## Task requirements:
Retrieve every line of the data holding the word "mark".

## Listed entries:
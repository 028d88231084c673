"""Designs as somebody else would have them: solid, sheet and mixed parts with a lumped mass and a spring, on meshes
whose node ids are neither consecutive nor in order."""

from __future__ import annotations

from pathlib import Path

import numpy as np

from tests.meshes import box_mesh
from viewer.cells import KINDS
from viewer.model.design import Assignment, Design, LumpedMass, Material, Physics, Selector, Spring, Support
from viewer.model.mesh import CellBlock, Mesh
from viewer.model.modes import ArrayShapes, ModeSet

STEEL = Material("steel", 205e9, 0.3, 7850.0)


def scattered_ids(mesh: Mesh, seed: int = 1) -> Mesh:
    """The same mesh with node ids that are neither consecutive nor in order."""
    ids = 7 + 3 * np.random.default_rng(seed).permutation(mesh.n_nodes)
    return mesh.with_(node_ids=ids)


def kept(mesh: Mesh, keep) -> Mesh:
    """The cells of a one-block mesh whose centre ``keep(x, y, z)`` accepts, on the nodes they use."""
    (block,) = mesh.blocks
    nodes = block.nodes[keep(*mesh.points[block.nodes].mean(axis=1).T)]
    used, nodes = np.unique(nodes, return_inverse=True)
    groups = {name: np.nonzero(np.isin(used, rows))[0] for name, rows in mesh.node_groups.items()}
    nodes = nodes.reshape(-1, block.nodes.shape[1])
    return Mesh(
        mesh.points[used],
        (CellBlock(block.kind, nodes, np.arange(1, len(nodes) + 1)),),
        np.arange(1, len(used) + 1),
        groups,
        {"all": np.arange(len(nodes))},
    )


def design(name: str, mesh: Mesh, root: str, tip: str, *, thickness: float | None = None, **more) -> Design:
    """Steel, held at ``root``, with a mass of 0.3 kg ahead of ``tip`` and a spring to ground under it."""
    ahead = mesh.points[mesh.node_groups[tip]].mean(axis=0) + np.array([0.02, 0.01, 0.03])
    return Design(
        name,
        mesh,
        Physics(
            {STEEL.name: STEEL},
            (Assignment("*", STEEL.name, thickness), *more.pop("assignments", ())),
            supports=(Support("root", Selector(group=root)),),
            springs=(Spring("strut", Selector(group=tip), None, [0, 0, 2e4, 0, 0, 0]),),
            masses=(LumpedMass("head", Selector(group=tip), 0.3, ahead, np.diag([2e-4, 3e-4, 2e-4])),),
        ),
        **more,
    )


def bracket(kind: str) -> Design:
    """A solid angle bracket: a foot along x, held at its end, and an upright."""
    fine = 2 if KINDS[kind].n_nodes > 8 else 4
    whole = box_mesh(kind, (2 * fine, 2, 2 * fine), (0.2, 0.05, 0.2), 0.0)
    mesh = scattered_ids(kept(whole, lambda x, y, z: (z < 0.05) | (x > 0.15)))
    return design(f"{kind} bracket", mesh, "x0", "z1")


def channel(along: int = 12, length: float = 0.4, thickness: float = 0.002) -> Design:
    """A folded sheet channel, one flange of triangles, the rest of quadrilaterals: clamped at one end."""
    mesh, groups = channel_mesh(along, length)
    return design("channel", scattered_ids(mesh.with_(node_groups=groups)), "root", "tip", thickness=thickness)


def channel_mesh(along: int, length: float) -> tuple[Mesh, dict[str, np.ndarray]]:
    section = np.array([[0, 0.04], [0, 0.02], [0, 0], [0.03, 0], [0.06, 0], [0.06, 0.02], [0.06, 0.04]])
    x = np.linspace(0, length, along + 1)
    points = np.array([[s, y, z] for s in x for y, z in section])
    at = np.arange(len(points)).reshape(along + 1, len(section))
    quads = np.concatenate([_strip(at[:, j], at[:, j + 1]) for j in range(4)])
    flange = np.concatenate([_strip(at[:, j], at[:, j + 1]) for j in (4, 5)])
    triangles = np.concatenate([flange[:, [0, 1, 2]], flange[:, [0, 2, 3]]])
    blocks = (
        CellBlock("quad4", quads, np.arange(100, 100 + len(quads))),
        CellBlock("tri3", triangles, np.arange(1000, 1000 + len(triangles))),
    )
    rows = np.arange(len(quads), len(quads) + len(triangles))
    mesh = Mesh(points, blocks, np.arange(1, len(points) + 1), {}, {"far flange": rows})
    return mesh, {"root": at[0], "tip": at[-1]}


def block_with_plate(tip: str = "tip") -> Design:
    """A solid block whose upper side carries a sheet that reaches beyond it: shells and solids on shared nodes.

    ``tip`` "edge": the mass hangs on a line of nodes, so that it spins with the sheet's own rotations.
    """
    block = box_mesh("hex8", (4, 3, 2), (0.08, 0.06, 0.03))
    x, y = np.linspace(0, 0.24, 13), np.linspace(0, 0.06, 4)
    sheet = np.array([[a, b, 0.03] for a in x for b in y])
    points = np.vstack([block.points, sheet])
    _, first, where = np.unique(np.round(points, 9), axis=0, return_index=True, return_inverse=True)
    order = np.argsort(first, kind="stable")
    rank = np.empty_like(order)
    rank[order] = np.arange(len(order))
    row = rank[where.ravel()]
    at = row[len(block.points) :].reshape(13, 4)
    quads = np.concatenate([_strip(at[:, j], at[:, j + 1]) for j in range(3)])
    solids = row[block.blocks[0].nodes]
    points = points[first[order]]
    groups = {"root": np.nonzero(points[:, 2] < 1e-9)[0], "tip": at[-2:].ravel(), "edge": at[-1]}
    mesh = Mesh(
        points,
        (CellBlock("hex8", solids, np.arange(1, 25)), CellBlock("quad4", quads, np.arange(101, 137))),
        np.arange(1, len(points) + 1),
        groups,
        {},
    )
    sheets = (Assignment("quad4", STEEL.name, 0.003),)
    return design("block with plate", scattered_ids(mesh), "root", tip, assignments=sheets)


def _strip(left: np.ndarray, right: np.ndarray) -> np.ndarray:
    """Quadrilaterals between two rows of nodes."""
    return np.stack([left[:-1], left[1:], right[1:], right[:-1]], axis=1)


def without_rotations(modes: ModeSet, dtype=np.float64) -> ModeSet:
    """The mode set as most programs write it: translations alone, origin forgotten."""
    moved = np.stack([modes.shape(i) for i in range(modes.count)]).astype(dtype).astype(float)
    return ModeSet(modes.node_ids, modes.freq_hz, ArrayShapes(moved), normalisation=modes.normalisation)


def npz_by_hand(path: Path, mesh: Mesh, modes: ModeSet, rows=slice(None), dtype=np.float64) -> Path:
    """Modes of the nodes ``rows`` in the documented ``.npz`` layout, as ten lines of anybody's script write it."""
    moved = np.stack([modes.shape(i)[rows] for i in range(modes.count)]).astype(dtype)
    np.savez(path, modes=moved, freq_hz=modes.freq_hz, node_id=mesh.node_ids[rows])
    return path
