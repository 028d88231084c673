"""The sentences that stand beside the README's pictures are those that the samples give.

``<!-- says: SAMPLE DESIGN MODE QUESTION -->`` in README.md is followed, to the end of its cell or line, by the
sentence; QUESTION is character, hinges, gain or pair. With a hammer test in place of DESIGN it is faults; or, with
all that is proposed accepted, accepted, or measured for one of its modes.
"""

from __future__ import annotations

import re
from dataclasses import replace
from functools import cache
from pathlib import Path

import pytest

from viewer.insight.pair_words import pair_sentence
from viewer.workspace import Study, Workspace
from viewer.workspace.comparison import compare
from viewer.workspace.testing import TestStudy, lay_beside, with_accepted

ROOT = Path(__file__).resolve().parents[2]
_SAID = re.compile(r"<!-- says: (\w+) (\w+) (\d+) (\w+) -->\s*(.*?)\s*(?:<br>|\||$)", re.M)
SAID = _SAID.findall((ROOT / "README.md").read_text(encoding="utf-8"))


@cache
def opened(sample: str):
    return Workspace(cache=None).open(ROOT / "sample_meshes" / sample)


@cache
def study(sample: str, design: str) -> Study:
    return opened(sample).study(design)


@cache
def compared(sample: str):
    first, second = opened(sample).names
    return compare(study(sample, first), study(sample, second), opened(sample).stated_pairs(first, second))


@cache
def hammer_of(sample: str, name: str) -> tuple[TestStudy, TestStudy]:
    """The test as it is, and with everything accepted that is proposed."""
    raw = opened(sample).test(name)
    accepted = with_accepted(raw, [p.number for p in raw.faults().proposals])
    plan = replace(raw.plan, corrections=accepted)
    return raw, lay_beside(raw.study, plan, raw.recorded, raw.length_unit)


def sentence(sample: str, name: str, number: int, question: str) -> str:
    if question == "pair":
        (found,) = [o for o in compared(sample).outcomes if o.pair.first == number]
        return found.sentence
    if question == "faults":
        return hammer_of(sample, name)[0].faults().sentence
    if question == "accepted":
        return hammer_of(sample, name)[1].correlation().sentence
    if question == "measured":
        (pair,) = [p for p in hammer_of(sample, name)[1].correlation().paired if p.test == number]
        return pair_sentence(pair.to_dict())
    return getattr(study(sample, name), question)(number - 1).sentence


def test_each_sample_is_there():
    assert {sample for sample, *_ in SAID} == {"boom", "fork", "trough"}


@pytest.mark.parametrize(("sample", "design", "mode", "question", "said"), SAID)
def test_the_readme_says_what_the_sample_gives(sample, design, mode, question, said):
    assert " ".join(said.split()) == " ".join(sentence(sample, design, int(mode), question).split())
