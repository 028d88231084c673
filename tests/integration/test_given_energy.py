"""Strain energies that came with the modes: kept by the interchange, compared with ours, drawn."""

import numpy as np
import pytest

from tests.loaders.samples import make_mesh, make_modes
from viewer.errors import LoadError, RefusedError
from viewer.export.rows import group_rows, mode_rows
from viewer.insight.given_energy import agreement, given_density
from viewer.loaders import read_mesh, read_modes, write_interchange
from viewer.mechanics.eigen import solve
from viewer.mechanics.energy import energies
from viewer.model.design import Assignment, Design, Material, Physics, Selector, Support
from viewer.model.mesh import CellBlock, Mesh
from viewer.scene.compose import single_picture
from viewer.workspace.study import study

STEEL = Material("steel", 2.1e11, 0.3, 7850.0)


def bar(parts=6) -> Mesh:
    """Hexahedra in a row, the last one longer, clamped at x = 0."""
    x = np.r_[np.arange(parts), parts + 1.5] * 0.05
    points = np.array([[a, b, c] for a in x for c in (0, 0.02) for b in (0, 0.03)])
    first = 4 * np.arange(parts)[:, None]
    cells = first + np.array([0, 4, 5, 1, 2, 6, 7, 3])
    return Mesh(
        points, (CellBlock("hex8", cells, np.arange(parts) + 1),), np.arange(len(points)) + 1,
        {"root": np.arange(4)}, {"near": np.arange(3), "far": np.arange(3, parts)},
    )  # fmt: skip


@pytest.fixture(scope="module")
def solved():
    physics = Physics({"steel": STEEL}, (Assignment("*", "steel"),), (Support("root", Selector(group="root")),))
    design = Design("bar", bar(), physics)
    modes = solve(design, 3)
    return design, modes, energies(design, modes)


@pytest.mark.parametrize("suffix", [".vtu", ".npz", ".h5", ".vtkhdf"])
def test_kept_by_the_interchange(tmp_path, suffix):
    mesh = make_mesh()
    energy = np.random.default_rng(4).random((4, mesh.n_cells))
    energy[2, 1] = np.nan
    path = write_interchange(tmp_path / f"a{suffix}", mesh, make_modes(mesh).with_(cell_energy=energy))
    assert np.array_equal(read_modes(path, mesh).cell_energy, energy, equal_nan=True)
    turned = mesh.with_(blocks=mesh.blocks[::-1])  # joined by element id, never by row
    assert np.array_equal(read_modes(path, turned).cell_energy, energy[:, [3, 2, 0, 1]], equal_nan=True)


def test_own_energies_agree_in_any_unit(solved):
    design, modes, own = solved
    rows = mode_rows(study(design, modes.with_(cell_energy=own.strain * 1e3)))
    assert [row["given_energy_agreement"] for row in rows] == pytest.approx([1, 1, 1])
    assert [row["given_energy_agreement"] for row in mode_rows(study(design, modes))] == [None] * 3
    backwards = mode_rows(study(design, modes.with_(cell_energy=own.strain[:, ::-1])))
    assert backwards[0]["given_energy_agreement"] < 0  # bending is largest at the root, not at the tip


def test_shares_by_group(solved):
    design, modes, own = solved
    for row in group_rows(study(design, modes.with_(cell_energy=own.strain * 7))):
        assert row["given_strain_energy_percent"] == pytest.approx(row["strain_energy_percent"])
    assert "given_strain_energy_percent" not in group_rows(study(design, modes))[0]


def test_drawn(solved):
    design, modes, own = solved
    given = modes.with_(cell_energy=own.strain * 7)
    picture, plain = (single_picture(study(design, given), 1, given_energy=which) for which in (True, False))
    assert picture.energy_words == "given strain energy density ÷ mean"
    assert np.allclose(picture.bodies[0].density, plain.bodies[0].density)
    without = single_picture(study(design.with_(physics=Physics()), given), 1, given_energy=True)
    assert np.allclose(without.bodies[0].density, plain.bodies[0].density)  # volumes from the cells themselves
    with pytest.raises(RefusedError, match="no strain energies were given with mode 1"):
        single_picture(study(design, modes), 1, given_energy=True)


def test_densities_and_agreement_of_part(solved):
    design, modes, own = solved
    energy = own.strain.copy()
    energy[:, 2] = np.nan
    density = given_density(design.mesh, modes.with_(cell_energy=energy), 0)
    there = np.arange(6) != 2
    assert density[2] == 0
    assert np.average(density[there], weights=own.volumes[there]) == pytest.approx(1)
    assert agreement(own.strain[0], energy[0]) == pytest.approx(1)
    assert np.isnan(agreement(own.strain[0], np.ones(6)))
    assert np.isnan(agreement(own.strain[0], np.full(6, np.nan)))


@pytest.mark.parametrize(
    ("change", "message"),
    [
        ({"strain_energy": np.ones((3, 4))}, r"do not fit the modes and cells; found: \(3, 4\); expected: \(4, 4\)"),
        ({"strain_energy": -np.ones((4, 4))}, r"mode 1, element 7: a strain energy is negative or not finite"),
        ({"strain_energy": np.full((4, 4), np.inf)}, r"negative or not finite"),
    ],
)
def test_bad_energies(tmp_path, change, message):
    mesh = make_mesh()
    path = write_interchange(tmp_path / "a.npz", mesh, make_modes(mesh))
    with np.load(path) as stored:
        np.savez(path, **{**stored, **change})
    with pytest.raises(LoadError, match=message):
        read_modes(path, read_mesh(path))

## Response to this task:
@pytest.mark.parametrize(("sample", "design", "mode", "question", "said"), SAID)
@pytest.mark.parametrize("suffix", [".vtu", ".npz", ".h5", ".vtkhdf"])
@pytest.mark.parametrize(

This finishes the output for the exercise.